**DIRECTIONS**
Instruction for the entries that follow: retype exactly the lines from the line with "foreign = origin" to the line with "name, colon, port", both included, and omit all others.

**TASK INPUT**
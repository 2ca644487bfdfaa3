"""Who may ask, and what browsers are told: hosts, origin of unsafe requests, headers of every answer."""

from __future__ import annotations

from collections.abc import Callable
from ipaddress import ip_address
from urllib.parse import urlsplit

from starlette.datastructures import Headers, MutableHeaders
from starlette.requests import Request
from starlette.types import ASGIApp, Message, Receive, Scope, Send

from service.errors import Fault, respond

SAFE_METHODS = frozenset({"GET", "HEAD", "OPTIONS", "TRACE"})
LOOPBACK_NAMES = ("localhost", "127.0.0.1", "[::1]")

HEADERS = {
    "content-security-policy": (
        "default-src 'none'; script-src 'self'; style-src 'self'; img-src 'self' data: blob:; font-src 'self'; "
        "connect-src 'self'; base-uri 'none'; form-action 'self'; frame-ancestors 'none'"
    ),
    "x-content-type-options": "nosniff",
    "cross-origin-opener-policy": "same-origin",
    "cross-origin-resource-policy": "same-origin",
    # Not "no-referrer": with it browsers send `Origin: null` with our own forms, which would then look foreign.
    "referrer-policy": "same-origin",
    "permissions-policy": "camera=(), geolocation=(), microphone=(), payment=(), usb=()",
}


class SecurityHeaders:
    """Puts `HEADERS` on every answer, also on those of an unexpected error."""

    def __init__(self, app: ASGIApp) -> None:
        self.app = app

    async def __call__(self, scope: Scope, receive: Receive, send: Send) -> None:
        if scope["type"] != "http":
            await self.app(scope, receive, send)
            return

        async def with_headers(message: Message) -> None:
            if message["type"] == "http.response.start":
                headers = MutableHeaders(scope=message)
                for name, value in HEADERS.items():
                    headers.setdefault(name, value)
                # Nothing is cached unless its route says so; what needs asking again says "no-cache" itself.
                headers.setdefault("cache-control", "no-store" if message["status"] >= 400 else "no-cache")
            await send(message)

        await self.app(scope, receive, with_headers)


class Gate:
    """Lets a request pass where `objection` has none, else answers with the fault."""

    def __init__(self, app: ASGIApp, objection: Callable[[Scope], Fault | None]) -> None:
        self.app = app
        self.objection = objection

    async def __call__(self, scope: Scope, receive: Receive, send: Send) -> None:
        fault = self.objection(scope) if scope["type"] == "http" else None
        if fault is None:
            await self.app(scope, receive, send)
        else:
            await respond(Request(scope), fault)(scope, receive, send)


def known_host(hosts: frozenset[str], *, addresses: bool) -> Callable[[Scope], Fault | None]:
    """Refuses requests for a name that is not ours: a foreign site may let its own name lead here (DNS rebinding).

    The browser then believes that this server belongs to that site.  The trick needs a name, so where other machines
    are let in (`addresses`) any plain address will do.
    """

    def objection(scope: Scope) -> Fault | None:
        host = Headers(scope=scope).get("host", "")
        name = _without_port(host).lower()
        if "*" in hosts or name in hosts or (addresses and _is_address(name)):
            return None
        return Fault("host", f"This server does not answer for the host name {host!r}.")

    return objection


def own_origin(scope: Scope) -> Fault | None:
    """Refuses unsafe requests that a browser sends for a foreign page; programs that are no browser pass."""
    if scope["method"] in SAFE_METHODS:
        return None
    headers = Headers(scope=scope)
    site = headers.get("sec-fetch-site")
    origin = headers.get("origin")
    if site is not None:
        foreign = site not in ("same-origin", "none")
    else:
        foreign = origin is not None and urlsplit(origin).netloc.lower() != headers.get("host", "").lower()
    if not foreign:
        return None
    return Fault("foreign-request", f"A page of {origin or 'another site'} may not change anything here.")


def _without_port(host: str) -> str:
    name, colon, port = host.rpartition(":")
    return name if colon and port.isdigit() else host


def _is_address(name: str) -> bool:
    try:
        ip_address(name.removeprefix("[").removesuffix("]"))
    except ValueError:
        return False
    return True
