"""A solve at a terminal: how far it is, and Ctrl-C that keeps the best curve so far."""

from __future__ import annotations

import math
import signal
import sys
from collections.abc import Callable, Iterator
from contextlib import contextmanager
from typing import Any

import click

from web.display import number

_WHOLE = 100


@contextmanager
def progress_bar(tolerance: float) -> Iterator[Callable[[dict[str, Any]], None]]:
    """Takes progress events; the bar shows the digits reached of those asked for.  Nothing where it is no terminal."""
    reached = 0
    with click.progressbar(
        length=_WHOLE,
        label="Solving",
        show_eta=False,
        file=sys.stderr,
        hidden=not sys.stderr.isatty(),
        item_show_func=_sentence,
    ) as bar:

        def report(event: dict[str, Any]) -> None:
            nonlocal reached
            share = _share(event.get("error"), tolerance)
            if event["kind"] == "point":
                share = min(_WHOLE - 1, _WHOLE * event["point"] // event["of"])
            bar.update(max(0, share - reached), event)
            reached = max(reached, share)

        yield report
        bar.update(_WHOLE - reached)


@contextmanager
def interruptible() -> Iterator[Callable[[], bool]]:
    """Says whether Ctrl-C was pressed; a second one ends at once."""
    pressed = False

    def note(number: int, frame: object) -> None:
        nonlocal pressed
        pressed = True
        signal.signal(signal.SIGINT, signal.default_int_handler)

    before = signal.signal(signal.SIGINT, note)
    try:
        yield lambda: pressed
    finally:
        signal.signal(signal.SIGINT, before)


def _share(error: float | None, tolerance: float) -> int:
    """Hundredths of the digits that are asked for; the last one is for the end."""
    if error is None or not 0 < error < 1:
        return 0
    return min(_WHOLE - 1, int(_WHOLE * math.log(error) / math.log(tolerance)))


def _sentence(event: dict[str, Any] | None) -> str:
    if event is None:
        return ""
    if event["kind"] == "point":
        return f"point {event['point']} of {event['of']}, value {number(event['value'])}"
    step = f", iteration {event['iteration']}" if "iteration" in event else ""
    return f"mesh {event['mesh']}{step}, value {number(event['value'])}"
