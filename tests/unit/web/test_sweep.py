"""The sweep of a result: its table in all formats, its figures, its part of the page."""

import copy
import csv
import io
import json

import numpy as np
import pytest

from web.figures.sweep import sweep_plots
from web.pages.result import result_page
from web.pages.sweep import sweep_of
from web.render import render
from web.tables import FILE_FORMATS, TableError, part_table, to_csvw


def point(at, value, verdict="local minimum", **members):
    error = None if value is None else 1e-9
    return {"at": at, "verdict": verdict, "value": value, "value_error": error, "parameters": {"T": value},
            "failed": [], "note": "", **members}  # fmt: skip


@pytest.fixture
def swept(hose):
    result = copy.deepcopy(hose)
    result["sweep"] = {
        "constants": [{"name": "l", "unit": "m", "values": [4.0, 4.2, 4.4]}],
        "parameters": {"T": "s"},
        "points": [
            point([4.0], 6.1),
            point([4.2], 5.8, "not verified", failed=["motion"]),
            point([4.4], None, None, note="The time limit was reached before this point."),
        ],
        "curves": [{"point": index, "arcs": hose["curve"]["arcs"]} for index in (0, 1)],
    }
    return result


@pytest.fixture
def grid(swept):
    values = [[weight, length] for weight in range(9) for length in (4.0, 4.2)]
    constants = [
        {"name": "w", "unit": "N/m", "values": list(range(9))},
        {"name": "l", "unit": "m", "values": [4.0, 4.2]},
    ]
    points = [point(at, at[0] * at[1]) for at in values]
    return {**swept, "sweep": {**swept["sweep"], "constants": constants, "points": points}}


def test_the_table_has_a_row_for_every_point(swept):
    made = part_table(swept, "sweep")
    assert made.headings == ("verdict", "l [m]", "value [m^2]", "value error [m^2]", "T [s]")
    assert made.texts[0].cells == ("local minimum", "not verified", "no result")
    np.testing.assert_array_equal(made.rows[:, :2], [[4.0, 6.1], [4.2, 5.8], [4.4, np.nan]])


def test_every_format_says_the_same(swept):
    made = part_table(swept, "sweep")
    lines = list(csv.reader(io.StringIO(FILE_FORMATS["csv"].write(made).decode())))
    assert lines[0] == list(made.headings)
    assert lines[1][:3] == ["local minimum", "4.0", "6.1"]
    assert lines[3] == ["no result", "4.4", "", "", ""]
    document = json.loads(FILE_FORMATS["json"].write(made))
    assert document["verdicts"] == list(made.texts[0].cells)
    assert document["rows"][2] == [4.4, None, None, None]
    archive = np.load(io.BytesIO(FILE_FORMATS["npz"].write(made)))
    assert archive["verdicts"].tolist() == list(made.texts[0].cells)
    np.testing.assert_array_equal(archive["rows"], made.rows)
    assert FILE_FORMATS["xlsx"].write(made)[:2] == b"PK"
    assert to_csvw(made, "sweep.csv")["tableSchema"]["columns"][0]["name"] == "verdict"


def test_a_result_without_a_sweep_has_no_such_table(hose):
    with pytest.raises(TableError, match="no sweep"):
        part_table(hose, "sweep")
    assert sweep_plots(hose) == ()
    assert sweep_of(hose) is None


def test_the_value_is_drawn_over_the_constant_and_what_is_missing_lifts_the_pen(swept):
    value, curves = sweep_plots(swept)
    (trace,) = value.traces
    np.testing.assert_array_equal(trace.values, [6.1, 5.8, np.nan])
    assert value.finding.replace("\N{NO-BREAK SPACE}", " ") == (
        "The value is least, 5.8 m², at l = 4.2 m and greatest, 6.1 m², at l = 4 m. 1 of 3 points have no value."
    )
    assert [trace.label.replace("\N{NO-BREAK SPACE}", " ") for trace in curves.traces] == ["l = 4 m", "l = 4.2 m"]


def test_two_constants_give_a_line_for_some_values_of_the_first(grid):
    value = sweep_plots(grid)[0]
    assert len(value.traces) == 7
    assert value.traces[0].label.replace("\N{NO-BREAK SPACE}", " ") == "w = 0 N/m"
    np.testing.assert_allclose(value.traces[-1].values, [8 * 4.0, 8 * 4.2])


def test_the_page_shows_points_with_their_verdicts_and_files(swept):
    text = render(result_page(swept, base_url="http://bench.example/"))
    assert "3 points: 1 local minimum, 1 not verified, 1 no result." in text
    assert "failed: motion" in text
    assert "/api/v1/runs/hose-0001/sweep.csv" in text
    assert "The time limit was reached before this point." in text


def test_of_many_points_the_page_shows_some(swept):
    values = np.linspace(0, 1, 400).tolist()
    swept["sweep"]["constants"][0]["values"] = values
    swept["sweep"]["points"] = [point([value], value) for value in values]
    shown = sweep_of(swept)
    assert len(shown.rows) == 25
    assert shown.shown == "25 of 400 points"
    assert (shown.rows[0].cells[0], shown.rows[-1].cells[0]) == ("0", "1")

**RESPONSE FOR THIS EXERCISE**
        foreign = origin is not None and urlsplit(origin).netloc.lower() != headers.get("host", "").lower()
    if not foreign:
        return None
    return Fault("foreign-request", f"A page of {origin or 'another site'} may not change anything here.")


def _without_port(host: str) -> str:
    name, colon, port = host.rpartition(":")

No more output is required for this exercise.